- Kantaranguri Location in West Bengal, India Kantaranguri Kantaranguri (India)
- Coordinates: 23°29′22″N 86°39′46″E﻿ / ﻿23.4894°N 86.6627°E
- Country: India
- State: West Bengal
- District: Purulia

Area
- • Total: 1.6228 km^{2} (0.6266 sq mi)

Population (2011)
- • Total: 5,435
- • Density: 3,349/km^{2} (8,674/sq mi)

Languages
- • Official: Bengali, English
- Time zone: UTC+5:30 (IST)
- PIN: 723121
- Telephone/STD code: 03251
- Lok Sabha constituency: Purulia
- Vidhan Sabha constituency: Kashipur
- Website: purulia.gov.in

= Kantaranguri =

Kantaranguri is a census town in the Kashipur CD block in the Raghunathpur subdivision of the Purulia district in the state of West Bengal, India.

==Geography==

===Location===
Kantaranguri is located at .

===Area overview===
Purulia district forms the lowest step of the Chota Nagpur Plateau. The general scenario is undulating land with scattered hills. Raghunathpur subdivision occupies the northern part of the district. 83.80% of the population of the subdivision lives in rural areas. However, there are pockets of urbanization and 16.20% of the population lives in urban areas. There are 14 census towns in the subdivision. It is presented in the map given alongside. There is a coal mining area around Parbelia and two thermal power plants are there – the 500 MW Santaldih Thermal Power Station and the 1200 MW Raghunathpur Thermal Power Station. The subdivision has a rich heritage of old temples, some of them belonging to the 11th century or earlier. The Banda Deul is a monument of national importance. The comparatively more recent in historical terms, Panchkot Raj has interesting and intriguing remains in the area.

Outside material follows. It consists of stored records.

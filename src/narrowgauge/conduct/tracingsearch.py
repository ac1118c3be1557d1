"""The search for the operation of one side at which it parts from the other."""

from __future__ import annotations

from abc import ABC, abstractmethod
from collections.abc import Iterator, Sequence
from typing import Literal, NamedTuple

import numpy as np

from narrowgauge.conduct.tracing import Kept, Key, Trace
from narrowgauge.dispatch.setting import Place

__all__ = ["Found", "Kind", "searched"]

Kind = Literal["operation", "constant", "draws", "untraced"]

_NEAR = 256  # operations: a selection stands near those that made what it selects from


class Found(NamedTuple):
    """An operation that a search ended at, and the row of an operand that nothing made, if that is why."""

    number: int
    kind: Kind
    row: Key | None
    strange: Key | None


def searched(low: Trace, correction: Trace) -> list[Found | None]:
    """Return where each of two runs parts from the other, None where the other has everything that it returned.

    Of a run that told no quantity everything counts. Two runs of the same lines are compared by position.
    """
    same_lines = bool(low.operations) and _lines(low) == _lines(correction)
    judge = _ByPosition if same_lines else _ByValue
    return [judge(one, other, _leading(other)).first() for one, other in ((low, correction), (correction, low))]


class _Judge(ABC):
    """One side of a comparison: which of its rows the other side does not have."""

    def __init__(self, trace: Trace, other: Trace, there: set[Key]) -> None:
        self.trace = trace
        self.other = other
        self._there = there

    @abstractmethod
    def strange(self, number: int, operand: Kept, place: int) -> list[Key]:
        """Return the rows of operand number `place` of an operation that the other side does not have."""

    @abstractmethod
    def differing(self, number: int) -> list[Key]:
        """Return the rows of an operation's results that the other side does not have."""

    @abstractmethod
    def ends(self) -> list[Key]:
        """Return the rows that were returned and that the other side does not have."""

    def first(self) -> Found | None:
        """Return the first operation at which the two sides part."""
        trace = self.trace
        if trace.full or not trace.returned:
            return next(self._forwards(len(trace.operations)), None)
        found = min(self._backwards(self.ends()), key=lambda one: one.number, default=None)
        if found is None or found.kind != "untraced" or trace.lost is not None:
            return found  # what was not seen must not be blamed on another line
        return next(self._forwards(found.number), found)

    def _forwards(self, before: int) -> Iterator[Found]:
        """Yield the operations, in order, whose operands the other side has and whose results it has not."""
        for number in range(before):
            rows = self.differing(number)
            if rows and not self._strange(number):
                yield Found(number, "operation", rows[0], None)

    def _backwards(self, ends: Sequence[Key]) -> Iterator[Found]:
        """Yield where rows that the other side does not have come from."""
        pending: list[tuple[Key, int]] = [(key, len(self.trace.operations)) for key in ends]
        seen = set(pending)
        while pending:
            key, before = pending.pop()
            number = self._maker(key, before)
            if number is None:
                parts = self._parts(key, before)
                if not parts:
                    yield self._unmade(key, before)
                further = [(part, before) for part in parts]
            else:
                strange = self._strange(number)
                if not strange:
                    yield Found(number, "operation", key, None)
                further = [(row, number) for row in strange]
            pending += [one for one in dict.fromkeys(further) if one not in seen]
            seen.update(further)

    def _strange(self, number: int) -> list[Key]:
        operands = self.trace.operations[number].operands
        return [key for place, operand in enumerate(operands) for key in self.strange(number, operand, place)]

    def _maker(self, key: Key, before: int) -> int | None:
        """Return the last operation before another one that made a row."""
        return next((n for n in reversed(self.trace.made.get(key, ())) if n < before and self.differing(n)), None)

    def _unmade(self, key: Key, taken: int) -> Found:
        trace = self.trace
        kind: Kind = "untraced"
        if key in trace.draws_keys:
            kind = "draws"
        elif key in trace.constants or len(trace.rows[key]) == 1:
            kind = "constant"
        return Found(taken, kind, None, key)

    def _parts(self, key: Key, before: int) -> list[Key]:
        """Return the rows of which a selection can have made a row and that the other side does not have."""
        return [part for part in _selected(self.trace, key, before)[0] if self.lacks(part)]

    def lacks(self, key: Key) -> bool:
        """Whether the other side does not have a row in what leads to what it returned."""
        return key not in self._there


class _ByValue(_Judge):
    """Rows are looked for anywhere on the other side."""

    def strange(self, number: int, operand: Kept, place: int) -> list[Key]:
        """Return the rows of an operand that do not occur, however it is cut into rows."""
        missing = [[key for key in reading if self.lacks(key)] for reading in operand.readings]
        return min(missing, key=len)

    def differing(self, number: int) -> list[Key]:
        """Return the rows of the results that do not occur."""
        return [key for kept in self.trace.operations[number].results for key in kept.keys if self.lacks(key)]

    def ends(self) -> list[Key]:
        """Return the rows that were returned and do not occur."""
        return [key for key in self.trace.returned if self.lacks(key)]


class _ByPosition(_Judge):
    """Operations correspond to those of the other side with the same number, of the same line and name."""

    def strange(self, number: int, operand: Kept, place: int) -> list[Key]:
        """Return the rows of an operand that are others on the other side."""
        return _others(operand, self.other.operations[number].operands, place)

    def differing(self, number: int) -> list[Key]:
        """Return the rows of the results that are others on the other side."""
        there = self.other.operations[number].results
        results = enumerate(self.trace.operations[number].results)
        return [key for place, kept in results for key in _others(kept, there, place)]

    def ends(self) -> list[Key]:
        """Return the rows that were returned, where the other side returned others."""
        return [] if self.trace.returned == self.other.returned else list(self.trace.returned)


def _others(mine: Kept, theirs: Sequence[Kept], place: int) -> list[Key]:
    if place >= len(theirs) or len(mine.keys) != len(theirs[place].keys):
        return list(mine.keys)
    return [key for key, other in zip(mine.keys, theirs[place].keys, strict=True) if key != other]


def _lines(trace: Trace) -> list[tuple[Place | None, str]]:
    return [(operation.place, operation.name) for operation in trace.operations]


def _leading(trace: Trace) -> set[Key]:
    """Return the rows that lead to what a run returned: the other half of a correction can have the rows of this one.

    All that the run has where some row came about in a way that does not show.
    """
    rows = set[Key]()
    pending = [(key, len(trace.operations)) for key in trace.returned]
    seen = set(pending)
    if trace.full or not trace.returned:
        return set(trace.rows)
    while pending:
        key, before = pending.pop()
        rows.add(key)
        number = next((made for made in reversed(trace.made.get(key, ())) if made < before), None)
        if number is not None:
            operation = trace.operations[number]
            rows.update(*(reading for kept in operation.results for reading in kept.readings))
            further = [(row, number) for kept in operation.operands for reading in kept.readings for row in reading]
        elif key in trace.draws_keys or key in trace.constants or len(trace.rows[key]) == 1:
            continue
        else:
            parts, complete = _selected(trace, key, before)
            if not complete:
                return set(trace.rows)
            further = [(part, before) for part in parts]
        pending += [one for one in dict.fromkeys(further) if one not in seen]
        seen.update(further)
    return rows


def _selected(trace: Trace, key: Key, before: int) -> tuple[list[Key], bool]:
    """Return the rows of which a selection (`np.where`, a mask) can have made a row, and whether they make all of it.

    Of the operations just before, those that cover most of its paths, in turn.
    """
    row, open_ = trace.rows[key], np.ones(len(trace.kept), bool)
    parts: list[Key] = []
    if key in trace.draws_keys or row.shape != trace.kept.shape or len(row) == 1:
        return parts, False
    near = trace.operations[max(before - _NEAR, 0) : before]
    kept = [one for operation in near for one in (*operation.operands, *operation.results) if one.axis is not None]
    rows = list(dict.fromkeys(made for one in kept for made in one.keys if made != key))
    rows += [constant for constant in trace.constants if len(trace.rows[constant]) == 1]
    if not rows:
        return parts, False
    same = np.array([trace.values(made) for made in rows]).view(np.int64) == row.view(np.int64)
    while open_.any():
        covered = (same & open_).sum(axis=1)
        best = int(np.argmax(covered))
        if covered[best] == 0:
            return parts, False
        parts.append(rows[best])
        open_ &= ~same[best]
    return parts, True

Note: The map alongside presents some of the notable locations in the subdivision. All places marked in the map are linked in the larger full screen map.

==Demographics==
According to the 2011 Census of India, Kantaranguri had a total population of 5,435, of which 2,736 (50%) were males and 2,699 (50%) were females. There were 472 persons in the age range of 0–6 years. The total number of literate persons in Kantaranguri was 4,445 (89.56% of the population over 6 years).

==Infrastructure==
According to the District Census Handbook 2011, Puruliya, Kantaranguri covered an area of 1.6228 km^{2}. Among the civic amenities, the protected water supply involved tap water from treated sources. It had 1,081 domestic electric connections. Among the medical facilities it had a dispensary/ health centre 1 km away, a nursing home 6 km away, 25 medicine shops. Among the educational facilities it had were 2 primary schools, 1 middle school, the nearest secondary school, the nearest senior secondary school, at Raniganj 0.5 km away, the nearest degree college at Kashipur 8 km away.

==Education==
Beko Anchal High School is a Bengali-medium coeducational institution established in 1967. It has facilities for teaching from class V to class XII.

Vidyasagar Vidyapith is a Bengali-medium coeducational institution established in 1996. It has facilities for teaching from class V to class X.

==Healthcare==
There is a primary health centre at Kantaranguri (PO Beko), with 6 beds.